Título: Programa social reduz desigualdade mais do que o mínimo
Autor:
Fonte: Valor Econômico, 23/08/2006, Brasil, p. A4

A queda da desigualdade social do país nos últimos anos é conseqüência direta do aumento das transferências de renda do Estado para a sociedade, segundo o professor e economista Marcelo Neri, coordenador de Políticas Sociais da Fundação Getúlio Vargas (FGV). Já os aumentos reais de 9% e 13% concedidos pelo governo federal para o salário mínimos nos anos de 2005 e 2006, respectivamente, não provocaram redução significativa nos indicadores de pobreza e desigualdade social. Essas são duas das principais constatações da pesquisa "Redistribuição à Brasileira: Ingredientes Trabalhistas", elaborada pelo Centro de Políticas Sociais da FGV. O estudo baseia-se em dados da Pesquisa Mensal de Emprego, do Instituto Brasileiro de Geografia e Estatística (IBGE).

Entre 2002 e 2006, a participação dos 50% mais pobres no total da renda dos brasileiros aumentou de 9,95% para 12,2%. Paralelamente, a parcela referente aos 10% mais ricos caiu de 50,2% para 46,89%, segundo os dados compilados por Neri. "O ano de 2004 é especial, porque a tendência de estagnação é revertida e a renda do trabalhador volta a crescer, principalmente entre os mais pobres", disse, acrescentando que um dos responsáveis foi o Bolsa Família. "Um programa altamente focado, onde o dinheiro chega realmente aos mais pobres".

De acordo com Neri, a esperança do efeito do mínimo sobre a pobreza e a desigualdade reside hoje muito mais nos seus efeitos sobre a Previdência Social, através do pagamento dos benefícios previdenciários, do que sobre a renda dos trabalhadores. "Quando observamos os fortes reajustes do salário mínimo dos últimos dois anos sobre a renda do trabalho ficamos um pouco decepcionados. Esta é uma questão importante de ser ressaltada porque, nos últimos dez anos, o salário mínimo apresentou sempre um impacto forte de redução da pobreza e da desigualdade. Este impacto, aparentemente, foi perdido nestes últimos anos", diz o economista Marcelo Neri, coordenador do Centro de Políticas Sociais da Fundação.

Na avaliação do professor, a constatação não necessariamente significa que o efeito do mínimo sobre a renda do trabalho tenha sido negativo, mas que talvez os efeitos positivos deste aumento possam ter sido, de certa forma, minimizados pelos efeitos negativos da geração de desemprego e de uma maior informalidade.
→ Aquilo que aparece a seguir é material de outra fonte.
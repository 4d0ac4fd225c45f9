//! Properties of the core on random inputs (proptest, with a fixed seed so every run
//! checks the same cases): estimators, scores, priors, losses and gradients, file round
//! trips, and parsers that must never panic on arbitrary bytes.

use std::path::Path;

use flipmend::data::{Dataset, ProbOptions, Probabilities, TableOptions};
use flipmend::io::matrix_csv::{read_matrix_csv, write_matrix_csv};
use flipmend::io::model::read_model;
use flipmend::learn::loss::{Backward, Forward, DEFAULT_BACKWARD_CAP};
use flipmend::learn::{CrossEntropy, RowLoss};
use flipmend::noise::diagnostics::clean_prior;
use flipmend::noise::linalg::inverse;
use flipmend::noise::matrix::validate;
use flipmend::noise::posterior::Flip;
use flipmend::noise::scores::{rank, score_rows, ScoreKind};
use flipmend::noise::{estimate, Method, Sample};
use ndarray::Array2;
use proptest::prelude::*;
use proptest::test_runner::{Config, RngSeed};

fn config(cases: u32) -> Config {
    Config {
        cases,
        rng_seed: RngSeed::Fixed(20261201),
        failure_persistence: None,
        ..Config::default()
    }
}

/// Classes, raw probability rows, observed labels, trusted labels.
type Problem = (usize, Vec<Vec<f64>>, Vec<usize>, Vec<Option<usize>>);

/// A random problem: probabilities (rows sum to 1), labels, trusted labels.
fn problem() -> impl Strategy<Value = Problem> {
    (2usize..6, 1usize..40).prop_flat_map(|(k, n)| {
        (
            Just(k),
            prop::collection::vec(prop::collection::vec(0.0f64..1.0, k), n),
            prop::collection::vec(0..k, n),
            prop::collection::vec(prop::option::weighted(0.3, 0..k), n),
        )
    })
}

fn normalized(raw: &[Vec<f64>], k: usize) -> Array2<f32> {
    let mut p = Array2::<f32>::zeros((raw.len(), k));
    for (r, row) in raw.iter().enumerate() {
        let total: f64 = row.iter().sum::<f64>() + 1e-9 * k as f64;
        for c in 0..k {
            p[[r, c]] = ((row[c] + 1e-9) / total) as f32;
        }
    }
    p
}

/// A random row-stochastic matrix with a dominant diagonal (so it is invertible).
fn flip_matrix(k: usize) -> impl Strategy<Value = Array2<f64>> {
    prop::collection::vec(0.0f64..1.0, k * k).prop_map(move |v| {
        let mut t = Array2::from_shape_vec((k, k), v).unwrap();
        for i in 0..k {
            t[[i, i]] += k as f64;
            let s: f64 = t.row(i).sum();
            t.row_mut(i).mapv_inplace(|x| x / s);
        }
        t
    })
}

fn names(k: usize) -> Vec<String> {
    (0..k).map(|c| format!("c{c}")).collect()
}

proptest! {
    #![proptest_config(config(200))]

    #[test]
    fn estimators_return_stochastic_matrices((k, raw, labels, trusted) in problem()) {
        let p = normalized(&raw, k);
        let rows: Vec<usize> = (0..labels.len()).collect();
        let sample = Sample { probs: p.view(), labels: &labels, trusted: Some(&trusted), origins: None, rows: &rows, own_probabilities: false };
        for method in [Method::Anchor, Method::Quantile { q: 0.97 }, Method::Trusted { fallback_quantile: Some(0.9) }, Method::Counting] {
            let t = estimate(&method, &sample, &names(k)).unwrap().matrix;
            prop_assert!(validate(&t).is_ok(), "{:?}: {:?}", method, t);
            prop_assert!(t.iter().all(|v| v.is_finite() && *v >= 0.0));
        }
    }

    #[test]
    fn scores_are_bounded_and_the_ranking_is_a_deterministic_permutation(
        ((k, raw, labels, _), t) in problem().prop_flat_map(|p| { let k = p.0; (Just(p), flip_matrix(k)) })
    ) {
        let p = normalized(&raw, k);
        for kind in [ScoreKind::Posterior, ScoreKind::SelfConfidence, ScoreKind::Margin] {
            let scores = score_rows(kind, p.view(), &labels, Some(Flip::noisy(&t)));
            let (low, high) = if kind == ScoreKind::Margin { (-1.0 - 1e-9, 1.0 + 1e-9) } else { (-1e-9, 1.0 + 1e-9) };
            // The probability scores rank by odds (any value but NaN); as shown they are
            // probabilities.
            prop_assert!(scores.iter().all(|s| !s.score.is_nan() && kind.shown(s.score) >= low
                && kind.shown(s.score) <= high && s.suggested < k && s.second_choice < k));
            let mut a = scores.clone();
            let mut b = scores;
            rank(&mut a);
            rank(&mut b);
            prop_assert_eq!(&a, &b);
            let mut rows: Vec<usize> = a.iter().map(|s| s.row).collect();
            rows.sort_unstable();
            prop_assert_eq!(rows, (0..labels.len()).collect::<Vec<_>>());
            prop_assert!(a.windows(2).all(|w| w[0].score > w[1].score || (w[0].score == w[1].score && w[0].row < w[1].row)));
        }
    }

    #[test]
    fn the_clean_prior_lies_on_the_simplex(t in (2usize..6).prop_flat_map(flip_matrix), shares in prop::collection::vec(0.01f64..1.0, 6)) {
        let k = t.nrows();
        let total: f64 = shares[..k].iter().sum();
        let observed: Vec<f64> = shares[..k].iter().map(|s| s / total).collect();
        let prior = clean_prior(&t, &observed, &mut Vec::new());
        prop_assert!(prior.iter().all(|p| *p >= 0.0));
        prop_assert!((prior.iter().sum::<f64>() - 1.0).abs() < 1e-9);
    }

    #[test]
    fn forward_loss_is_non_negative_and_gradients_match_finite_differences(
        t in (2usize..5).prop_flat_map(flip_matrix),
        z in prop::collection::vec(-4.0f64..4.0, 5),
        label in 0usize..5,
    ) {
        let k = t.nrows();
        let (z, label) = (&z[..k], label % k);
        let forward = Forward::new(t.clone());
        prop_assert!(forward.loss_and_grad(&mut z.to_vec(), label) >= 0.0);
        let t_inv = inverse(&t).unwrap();
        // The guarded backward loss's floor is smooth, so its gradient is checked too.
        let losses: [(&str, Box<dyn RowLoss>); 4] = [
            ("cross-entropy", Box::new(CrossEntropy)),
            ("forward", Box::new(forward)),
            ("backward", Box::new(Backward::new(t_inv.clone(), None))),
            ("guarded backward", Box::new(Backward::new(t_inv, Some(DEFAULT_BACKWARD_CAP)))),
        ];
        for (name, loss) in &losses {
            let mut grad = z.to_vec();
            loss.loss_and_grad(&mut grad, label);
            for j in 0..k {
                let h = 1e-6;
                let (mut up, mut down) = (z.to_vec(), z.to_vec());
                up[j] += h;
                down[j] -= h;
                let numeric = (loss.loss_and_grad(&mut up, label) - loss.loss_and_grad(&mut down, label)) / (2.0 * h);
                prop_assert!((numeric - grad[j]).abs() < 1e-5 * (1.0 + numeric.abs()), "{} entry {}: {} vs {}", name, j, numeric, grad[j]);
            }
        }
        // The guarded backward loss is bounded below: each ℓ_k = −ln(q_k + e^−c) lies in
        // [−ln(1 + e^−c), c], so the row's loss is at least c·Σ(negative weights) −
        // ln(1 + e^−c)·Σ(positive weights).
        let guarded = Backward::new(inverse(&t).unwrap(), Some(DEFAULT_BACKWARD_CAP));
        let weights = inverse(&t).unwrap().row(label).to_vec();
        let negative: f64 = weights.iter().filter(|w| **w < 0.0).sum();
        let positive: f64 = weights.iter().filter(|w| **w > 0.0).sum();
        let floor = negative * DEFAULT_BACKWARD_CAP - positive * (-DEFAULT_BACKWARD_CAP).exp().ln_1p();
        prop_assert!(guarded.loss_and_grad(&mut z.to_vec(), label) >= floor - 1e-9);
    }

    #[test]
    fn matrix_files_round_trip_exactly(t in (2usize..7).prop_flat_map(flip_matrix)) {
        let k = t.nrows();
        let mut bytes = Vec::new();
        write_matrix_csv(&mut bytes, &t, &names(k)).unwrap();
        let (back, warnings) = read_matrix_csv(&bytes[..], Path::new("m.csv"), &names(k), false).unwrap();
        prop_assert_eq!(back, t);
        prop_assert!(warnings.is_empty());
    }
}

proptest! {
    #![proptest_config(config(250))]

    /// Arbitrary bytes as a table, a probability file (CSV and .npy), a matrix, a reviewed
    /// worklist or a model: every reader answers Ok or Err and never panics.
    #[test]
    fn parsers_never_panic(bytes in prop::collection::vec(any::<u8>(), 0..400), text in "[a-c0-9,;\"\n\\.\\-e ]{0,200}") {
        let good = Dataset::from_reader("id,x,label\nr1,1,a\nr2,2,b\n".as_bytes(), Path::new("d.csv"), None, &TableOptions::default()).unwrap();
        for input in [&bytes[..], text.as_bytes()] {
            let _ = Dataset::from_reader(input, Path::new("t.csv"), None, &TableOptions::default());
            let _ = Probabilities::from_csv_reader(input, Path::new("p.csv"), &good, &ProbOptions::default());
            let _ = Probabilities::from_npy_reader(input, Path::new("p.npy"), &good, &ProbOptions::default());
            let _ = read_matrix_csv(input, Path::new("m.csv"), &good.classes, true);
            let _ = flipmend::io::review::read_review(input, Path::new("w.csv"), &good);
            let _ = read_model(input, Path::new("m.json"));
        }
        // A real header in front of random bytes reaches deeper into the row parsers.
        let mut table = b"id,x,label,trusted\n".to_vec();
        table.extend_from_slice(text.as_bytes());
        let _ = Dataset::from_reader(&table[..], Path::new("t.csv"), None, &TableOptions::default());
        let mut npy = Vec::new();
        flipmend::io::npy::write_2d(&mut npy, 2, 2, &[0.5f32, 0.5, 0.5, 0.5]).unwrap();
        let cut = bytes.len().min(npy.len());
        npy[..cut].copy_from_slice(&bytes[..cut]);
        let _ = Probabilities::from_npy_reader(&npy[..], Path::new("p.npy"), &good, &ProbOptions::default());
    }
}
De acordo com a pesquisa, no passado, os efeitos positivos do aumento do salário mínimo na redução da pobreza eram mais fortes e evidentes. "É importante lembrar que o mínimo aumentou 100% nos últimos dez anos e talvez ele esteja muito alto para continuar produzindo os efeitos que causava antigamente. Além disto, os empregadores podem estar demitindo os trabalhadores com mais freqüência do que faziam no passado, empurrando-os para a informalidade".

Um "crítico" dos aumentos excessivos para o salário mínimo como forma de diminuição da desigualdade, Marcelo Neri defende uma maior agressividade e valores mais elevados para os programas sociais do governo federal.

"É preciso ter mais cuidado quando se concede reajustes ao salário mínimo, pois este aumento é irreversível e nem sempre causa o efeito desejado sobre a parcela da renda do trabalho. O fundamental é fazer crescer os bons programas sociais, como o Bolsa Família, que poderia ter o seu valor ampliado com significativo efeito sobre a desigualdade social", acredita.